WHAT TO WORK ON – Show each line of the entries below in which the word "createNetworkSystem" appears.

(RECORDS SUPPLIED begins)

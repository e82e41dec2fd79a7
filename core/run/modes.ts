/**
 * The growing modes of the network at an instant: how many, how fast, and whom they feed and starve.
 * One gas, or the gas whole through tubes: by stiffness and conductance. Several gases through films: by the exchange's own matrix.
 */
import { BUBBLE, POOL, RESERVOIR } from '../network/network.ts';
import { growingModesOfMatrix } from '../stability/matrix-modes.ts';
import { modeGroups } from '../stability/mode-groups.ts';
import { growingModes } from '../stability/modes.ts';
import type { NetworkSystem } from './system.ts';

export interface NetworkModes {
  readonly count: number;
  /** 1/s; 0 where nothing grows. */
  readonly fastestRate: number;
  /** Node indices, the most fed and most starved first. */
  readonly feeds: readonly number[];
  readonly starves: readonly number[];
  /** What the count rests on, where that is not the whole exchange; '' otherwise. */
  readonly caveat: string;
}

/** Several gases: the largest matrix whose eigenvalues are computed whole. */
const LARGEST_MATRIX = 400;

/** From the present node state, slopes included. */
export function networkModes(
  system: NetworkSystem,
  alive: Uint8Array,
  linkOpen: readonly Uint8Array[],
  t: number,
): NetworkModes {
  const { network, state, groups } = system;
  const { nodes } = network;
  const species = network.species.length;
  const from: number[] = [];
  const to: number[] = [];
  const conductance: number[] = [];
  const bySpecies = new Float64Array(species);
  const diffusive = groups.some(
    ({ group, kernel }, g) => kernel.diffusive && linkOpen[g]!.subarray(0, group.table.count).includes(1),
  );
  groups.forEach(({ group, kernel }, g) => {
    const { table } = group;
    for (let l = 0; l < table.count; l++) {
      const i = table.from[l]!;
      const j = table.to[l]!;
      if (linkOpen[g]![l] === 0 || alive[i] === 0 || alive[j] === 0) continue;
      kernel.conductance(group, l, state, t, bySpecies);
      from.push(i);
      to.push(j);
      conductance.push(kernel.diffusive ? mixed(bySpecies, i, j) : bySpecies[0]!);
    }
  });
  const named = Uint8Array.from(nodes.kind, (kind, i) => (kind === BUBBLE && alive[i] !== 0 ? 1 : 0));
  const signs = { named, pressure: state.pressure };

  if (species > 1 && diffusive) {
    const living = Array.from({ length: nodes.count }, (_, i) => i).filter(
      (i) => alive[i] !== 0 && nodes.kind[i] !== RESERVOIR && nodes.kind[i]! <= POOL,
    );
    if (living.length * species <= LARGEST_MATRIX) return modesOfMatrix(living);
  }
  const u = Float64Array.from(state.stiffness);
  if (species > 1) {
    for (let i = 0; i < nodes.count; i++) {
      if (nodes.kind[i] !== POOL) continue;
      let capacity = 0;
      for (let k = 0; k < species; k++) capacity += nodes.capacity[i * species + k]!;
      u[i] = 1 / capacity;
    }
  }
  for (let i = 0; i < nodes.count; i++) if (alive[i] === 0 || nodes.kind[i]! > POOL) u[i] = 0;
  const grounded = Uint8Array.from(nodes.kind, (kind) => (kind > POOL ? 1 : 0));
  const modes = growingModes(
    {
      size: nodes.count,
      u,
      from: Int32Array.from(from),
      to: Int32Array.from(to),
      conductance: Float64Array.from(conductance),
      grounded,
    },
    signs,
  );
  const caveat =
    species > 1 && diffusive ? 'counted for the whole gas: a trapped species may hold what this calls growing' : '';
  return { count: modes.count, fastestRate: modes.fastestRate, feeds: modes.feeds, starves: modes.starves, caveat };

  /** Conductance for the whole gas of a diffusive link: species by their shares in the two nodes. */
  function mixed(g: Float64Array, i: number, j: number): number {
    if (species === 1) return g[0]!;
    let sum = 0;
    const p = state.pressure[i]! + state.pressure[j]!;
    for (let k = 0; k < species; k++)
      sum += (g[k]! * (state.partial[i * species + k]! + state.partial[j * species + k]!)) / p;
    return sum;
  }

  function modesOfMatrix(living: readonly number[]): NetworkModes {
    const size = living.length * species;
    const place = new Map(living.map((node, q) => [node, q]));
    const J = new Float64Array(size * size);
    // flow_k = g_k (p_i,k - p_j,k) by diffusion, G x_k (p_i - p_j) through a tube: linearised at constant g and x.
    groups.forEach(({ group, kernel }, g) => {
      const { table } = group;
      for (let l = 0; l < table.count; l++) {
        const ends = [table.from[l]!, table.to[l]!] as const;
        if (linkOpen[g]![l] === 0 || alive[ends[0]] === 0 || alive[ends[1]] === 0) continue;
        kernel.conductance(group, l, state, t, bySpecies);
        const up = state.pressure[ends[0]]! >= state.pressure[ends[1]]! ? ends[0] : ends[1];
        for (let side = 0; side < 2; side++) {
          const column = place.get(ends[side]!);
          if (column === undefined) continue;
          for (let k = 0; k < species; k++) {
            for (let m = 0; m < species; m++) {
              let slope = 0;
              if (kernel.diffusive) slope = bySpecies[k]! * slopeOf(ends[side]!, k, m);
              else {
                for (let s = 0; s < species; s++) slope += slopeOf(ends[side]!, s, m);
                slope *= (bySpecies[0]! * state.partial[up * species + k]!) / state.pressure[up]!;
              }
              for (let other = 0; other < 2; other++) {
                const row = place.get(ends[other]!);
                if (row === undefined) continue;
                J[(row * species + k) * size + column * species + m]! += other === side ? -slope : slope;
              }
            }
          }
        }
      }
    });
    const modes = growingModesOfMatrix(J, size, conservedTotals(living));
    if (modes.count === 0) return { count: 0, fastestRate: 0, feeds: [], starves: [], caveat: '' };
    const change = Float64Array.from(living, (_, q) => {
      let sum = 0;
      for (let k = 0; k < species; k++) sum += modes.vector[q * species + k]!;
      return sum;
    });
    const { feeds, starves } = modeGroups(Int32Array.from(living), change, signs);
    return { count: modes.count, fastestRate: modes.fastestRate, feeds, starves, caveat: '' };
  }

  function slopeOf(node: number, k: number, m: number): number {
    return state.partialSlope[(node * species + k) * species + m]!;
  }

  /** One a species and closed part of the network. */
  function conservedTotals(living: readonly number[]): number {
    const parent = new Map(living.map((node) => [node, node]));
    const root = (node: number): number => {
      let i = node;
      while (parent.get(i) !== i) i = parent.get(i)!;
      return i;
    };
    const open = new Set<number>();
    from.forEach((i, e) => {
      const j = to[e]!;
      if (parent.has(i) && parent.has(j)) parent.set(root(i), root(j));
    });
    from.forEach((i, e) => {
      const j = to[e]!;
      if (!parent.has(i) && parent.has(j)) open.add(root(j));
      if (!parent.has(j) && parent.has(i)) open.add(root(i));
    });
    const closed = new Set(living.map(root).filter((part) => !open.has(part)));
    return closed.size * species;
  }
}
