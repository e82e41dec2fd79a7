/** A scenario before it runs: its bubbles and pairs, whether the network as drawn is stable, and which laws it is outside of. */
import { chooseMethod } from '../integrate/choose.ts';
import type { Scenario } from '../scenario/schema.ts';
import { carriedCandidates, carriesApart } from './candidates.ts';
import { compileOrThrow } from './drive.ts';
import { watchLimits } from './events/limits.ts';
import { createFrameMaker } from './frames.ts';
import { networkModes } from './modes.ts';
import { createPairs } from './pairs.ts';
import type { Frame } from './record.ts';
import { isValveOpen } from './schedule.ts';
import { createNetworkSystem } from './system.ts';
import type { WatchContext } from './watch.ts';

export interface RestReport {
  readonly frame: Frame;
  readonly growing: {
    readonly count: number;
    readonly fastestRate: number; // 1/s
    readonly feeds: readonly string[];
    readonly starves: readonly string[];
    readonly caveat: string;
  };
  /** Limits of validity that are exceeded. */
  readonly limits: readonly {
    readonly detail: string;
    readonly subject: string;
    readonly link: string;
    readonly value: number;
    readonly unit: string;
  }[];
  /** Links whose valves are shut at the start, by id: nothing passes them in what is reported here. */
  readonly shut: readonly string[];
  /** The method that `auto` would take, or the one that was asked for. */
  readonly method: string;
  /** A bound on how fast anything relaxes or grows, 1/s. */
  readonly fastestRelaxation: number;
}

/**
 * @throws ScenarioFault where the physics finds the scenario impossible
 */
export function atRest(scenario: Scenario): RestReport {
  const { network, amounts, sizes, pressureSignal } = compileOrThrow(scenario);
  const system = createNetworkSystem(network, scenario.run.tolerance, pressureSignal);
  system.state.size.set(sizes);
  const alive = new Uint8Array(network.nodes.count).fill(1);
  const linkOpen = network.links.map((table) =>
    Uint8Array.from({ length: table.count }, (_, l) => (isValveOpen(table, l, 0) ? 1 : 0)),
  );
  system.setActive(alive, linkOpen);
  const bound = system.rateBound(0, amounts);
  const carries = carriesApart(carriedCandidates(network), alive, scenario.run.onVanish);
  const method = chooseMethod(system, amounts, scenario.run.until, scenario.run.method, carries);
  if (!system.evaluate(0, amounts, true)) throw new Error('a compiled scenario has no state');
  const pairs = createPairs(system, linkOpen, scenario.run.until);
  const frame = createFrameMaker(network).make(system, alive, linkOpen, pairs, 0, amounts, 0);
  const modes = networkModes(system, alive, linkOpen, 0);
  const name = (i: number): string => network.nodeName(network.nodes.origin[i]!);
  return {
    frame,
    growing: {
      count: modes.count,
      fastestRate: modes.fastestRate,
      feeds: modes.feeds.map(name),
      starves: modes.starves.map(name),
      caveat: modes.caveat,
    },
    limits: exceeded({ system, alive, linkOpen, pairs }),
    shut: network.links.flatMap((table, g) =>
      Array.from(table.origin, (origin, l) => (linkOpen[g]![l] === 0 ? network.linkName(origin) : '')).filter(
        (link) => link !== '',
      ),
    ),
    method: method.name,
    fastestRelaxation: bound,
  };
}

/** What a network is outside of as it stands. */
function exceeded(context: WatchContext): RestReport['limits'] {
  const watch = watchLimits(context);
  if (watch === null) return [];
  const over = new Float64Array(watch.count);
  watch.evaluate(0, over);
  return Array.from(over.keys())
    .filter((k) => over[k]! > 0)
    .map((k) => watch.tell(k, 0, true, true))
    .filter((told) => told !== null)
    .map(({ subject, link, value, unit, detail }) => ({ subject, link, value, unit, detail }));
}
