import type { RegulatorResult } from './result.ts';

/** Which of the two errors dominates a junction's band, in words; null where nothing is stated. */
export function uncertaintyWords({
  gridErrorK,
  modelErrorK,
}: Pick<RegulatorResult, 'gridErrorK' | 'modelErrorK'>): string | null {
  if (modelErrorK === null) return null;
  if (gridErrorK === null) return 'model error alone, the grid error was not evaluated';
  const [larger, smaller] = [Math.max(gridErrorK, modelErrorK), Math.min(gridErrorK, modelErrorK)];
  const name = modelErrorK >= gridErrorK ? 'model error' : 'grid error';
  const share = larger ** 2 / (larger ** 2 + smaller ** 2);
  return share > 0.9 ? `nearly all ${name}` : share > 0.6 ? `mostly ${name}` : 'grid and model error alike';
}
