import type { GuardFailure } from '#core/review/guards.ts';

/** What stands in the way, in words; nothing when nothing does. */
export function GuardList({ guards, action }: { guards: readonly GuardFailure[]; action: string }) {
  if (guards.length === 0) return null;
  return (
    <div className="mb-4 border-l-4 border-over pl-3">
      <p className="font-semibold">Before you can {action}:</p>
      <ul className="list-disc pl-5 text-sm">
        {guards.map((guard) => (
          <li key={`${guard.code} ${guard.message}`}>{guard.message}</li>
        ))}
      </ul>
    </div>
  );
}
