.DEFAULT_GOAL := help
.PHONY: help start dev test check format accuracy kernel bench mutants seed migrate rollback backup restore stop clean

help: ## List every target
	@awk -F ':.*## ' '/^[a-z]+:.*## /{printf "  make %-10s %s\n", $$1, $$2}' Makefile

start: ## Set up what is missing and run the product on http://127.0.0.1:4680 (PORT=… for another)
	@exec node api/launch/start.js

dev: ## The same with the sources watched and the pages served by Vite on http://127.0.0.1:5173
	@exec node api/launch/dev.js

test: ## Everything: check, unit, database, API, pages, browser journey; closes with "N passed, N failed"
	@exec node test/run.js

check: ## Types, lint and format
	@exec node test/check.js

format: ## Write the format that check asks for
	@npx prettier --write --log-level warn .

accuracy: ## Every published test board against the method, as one table (WRITE=1 keeps it for the product)
	@exec node --import tsx test/accuracy/run.ts

kernel: ## Compile the kernel of core/numerics/kernel/assembly into kernel-binary.ts
	@exec node test/support/compile-kernel.js

bench: ## Time, memory and accuracy of the solver, as ratios against a reference in the same run
	@exec node --import tsx test/bench/run.ts

mutants: ## Plant faults in copies of the project and list which tests catch them (MUTANTS=pattern for some)
	@exec node --import tsx test/mutants/run.ts

seed: ## Load the demo team and assemblies into the local database; safe to repeat
	@exec node api/launch/local.js seed

migrate: ## Bring the local database to the newest state
	@exec node api/launch/local.js migrate

rollback: ## Take back the newest migration of the local database
	@exec node api/launch/local.js rollback

backup: ## Write the local database to a file (BACKUP=file for a name of your own)
	@exec node api/launch/local.js backup "$(BACKUP)"

restore: ## Replace the local database by a backup (BACKUP=file)
	@exec node api/launch/local.js restore "$(BACKUP)"

stop: ## End what runs from this folder, also what a killed start has left behind
	@exec node api/launch/local.js stop

clean: ## Remove what was built, and the local database with all that it holds (asks first; YES=1 answers)
	@exec node api/launch/local.js clean "$(YES)"
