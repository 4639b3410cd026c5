import { z } from 'zod';

/** The result document, version 1: what `check` prints, what the server stores and what the record is made from. */
const optionalNumber = z.number().nullable();

export const verdict = z.enum(['within', 'close', 'over', 'not evaluated']);

export const limitResult = z.strictObject({
  quantity: z.enum(['junctionC', 'inputV', 'outputA']),
  actual: optionalNumber,
  limit: optionalNumber,
  /** limit − actual, in the quantity's own unit (K for temperatures). */
  margin: optionalNumber,
  /** Stress ratio actual ÷ rated, where the rule is a ratio. */
  ratio: optionalNumber,
  verdict,
  source: z.string(),
});

/** One junction from the outside ambient up, in kelvins; the parts sum to junction − ambient. */
export const ladder = z.strictObject({
  box: z.number(),
  air: z.number(),
  neighbours: z.number(),
  board: z.number(),
  package: z.number(),
});

export const regulatorResult = z.strictObject({
  ref: z.string(),
  dissipationW: optionalNumber,
  junctionC: optionalNumber,
  /** One combined band: grid error and model error. */
  uncertaintyK: optionalNumber,
  gridErrorK: optionalNumber,
  modelErrorK: optionalNumber,
  caseTopC: optionalNumber,
  /** Hottest land. */
  landC: optionalNumber,
  /** Rise of the junction over the local air per own watt, neighbours included. */
  thetaJaKPerW: optionalNumber,
  inputV: optionalNumber,
  outputV: optionalNumber,
  outputA: optionalNumber,
  groundA: optionalNumber,
  /** Lowest input − droppers − highest output − dropout; null where an input is missing. */
  headroomV: optionalNumber,
  regulating: z.boolean().nullable(),
  shutsDown: z.boolean(),
  ladderK: ladder.nullable(),
  limits: z.array(limitResult),
  verdict,
});

export const sourceResult = z.strictObject({
  ref: z.string(),
  /** With the heat of the droppers that name it; null where nothing says how much. */
  powerW: optionalNumber,
  /** Mean of the rectangle. */
  temperatureC: optionalNumber,
  maxC: optionalNumber,
  limitC: optionalNumber,
  verdict,
});

export const conditionResult = z.strictObject({
  name: z.string(),
  status: z.enum(['converged', 'not-converged', 'invalid']),
  message: z.string().nullable(),
  regulators: z.array(regulatorResult),
  sources: z.array(sourceResult),
  probes: z.array(z.strictObject({ id: z.string(), temperatureC: optionalNumber })),
  /** Heat ledger: rise in kelvins that each source of heat gives each regulator's junction. */
  ledger: z.array(z.strictObject({ victim: z.string(), source: z.string(), riseK: z.number() })),
  board: z.strictObject({ maxC: z.number(), maxAt: z.tuple([z.number(), z.number()]), meanC: z.number() }).nullable(),
  energy: z.strictObject({ inW: z.number(), outW: z.number(), imbalance: z.number() }).nullable(),
  solver: z
    .strictObject({
      cells: z.number(),
      cellMm: z.number(),
      iterations: z.number(),
      /** ‖b − A·x‖ ÷ ‖b‖, recomputed at the end. */
      residual: z.number(),
      gridErrorK: optionalNumber,
      milliseconds: z.number(),
    })
    .nullable(),
  verdict,
});

export const finding = z.strictObject({
  rule: z.string(),
  severity: z.enum(['stop', 'warn', 'note']),
  /** Object it is about (regulator, source, pour, via field, condition); null: the whole board. */
  ref: z.string().nullable(),
  condition: z.string().nullable(),
  message: z.string(),
  remedy: z.string(),
});

export const caution = z.strictObject({
  kind: z.enum(['hot-surface', 'laminate', 'neighbour', 'fire', 'general']),
  ref: z.string().nullable(),
  condition: z.string().nullable(),
  message: z.string(),
});

export const assumption = z.strictObject({ path: z.string(), value: z.unknown() });

export const checkResult = z
  .strictObject({
    format: z.literal('dropwatt-result'),
    version: z.literal(1),
    /** Method version: a change in numbers is a new one. */
    method: z.string(),
    inputHash: z.string(),
    title: z.string(),
    conditions: z.array(conditionResult),
    findings: z.array(finding),
    cautions: z.array(caution),
    assumptions: z.array(assumption),
    verdict,
  })
  .meta({ id: 'CheckResult', title: 'Dropwatt result document' });

export type Verdict = z.output<typeof verdict>;
export type LimitResult = z.output<typeof limitResult>;
export type Ladder = z.output<typeof ladder>;
export type RegulatorResult = z.output<typeof regulatorResult>;
export type SourceResult = z.output<typeof sourceResult>;
export type ConditionResult = z.output<typeof conditionResult>;
export type Finding = z.output<typeof finding>;
export type Caution = z.output<typeof caution>;
export type Assumption = z.output<typeof assumption>;
export type CheckResult = z.output<typeof checkResult>;
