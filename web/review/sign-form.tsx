import { useState } from 'react';
import type { RevisionView } from '#core/contract/assemblies.ts';
import { call } from '#web/server/call.ts';
import { Button } from '#web/ui/button.tsx';
import { PasswordField } from '#web/ui/password-field.tsx';
import { ProblemNotice } from '#web/ui/problem-notice.tsx';
import { useDecide } from './use-decide.ts';

type Props = { revision: RevisionView; endpoint: 'clear' | 'issue'; title: string; meaning: string; disabled: boolean };

/** A signature: its meaning in words, and the password once more. */
export function SignForm({ revision, endpoint, title, meaning, disabled }: Props) {
  const [password, setPassword] = useState('');
  const name = `${revision.assembly.number} ${revision.letter}`;
  const decide = useDecide(
    revision.id,
    endpoint === 'clear' ? `${name} is cleared` : `${name} is issued`,
    (given: string) =>
      call(endpoint, { params: { revisionId: revision.id }, ifMatch: revision.version, body: { password: given } }),
  );
  return (
    <form
      aria-label={title}
      onSubmit={(event) => {
        event.preventDefault();
        decide.mutate(password, { onSettled: () => setPassword('') });
      }}
      className="flex max-w-md flex-col gap-3"
    >
      <p className="text-sm">{meaning}</p>
      <PasswordField
        label="Your password, as signature"
        autoComplete="current-password"
        value={password}
        required
        disabled={disabled}
        onChange={(event) => setPassword(event.target.value)}
      />
      {decide.error ? <ProblemNotice error={decide.error} /> : null}
      <div>
        <Button type="submit" variant="primary" disabled={disabled || decide.isPending || password === ''}>
          {title} {name}
        </Button>
      </div>
    </form>
  );
}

(RECORDS SUPPLIED ends)

TASK ANSWER –
import { createNetworkSystem } from './system.ts';
  const system = createNetworkSystem(network, scenario.run.tolerance, pressureSignal);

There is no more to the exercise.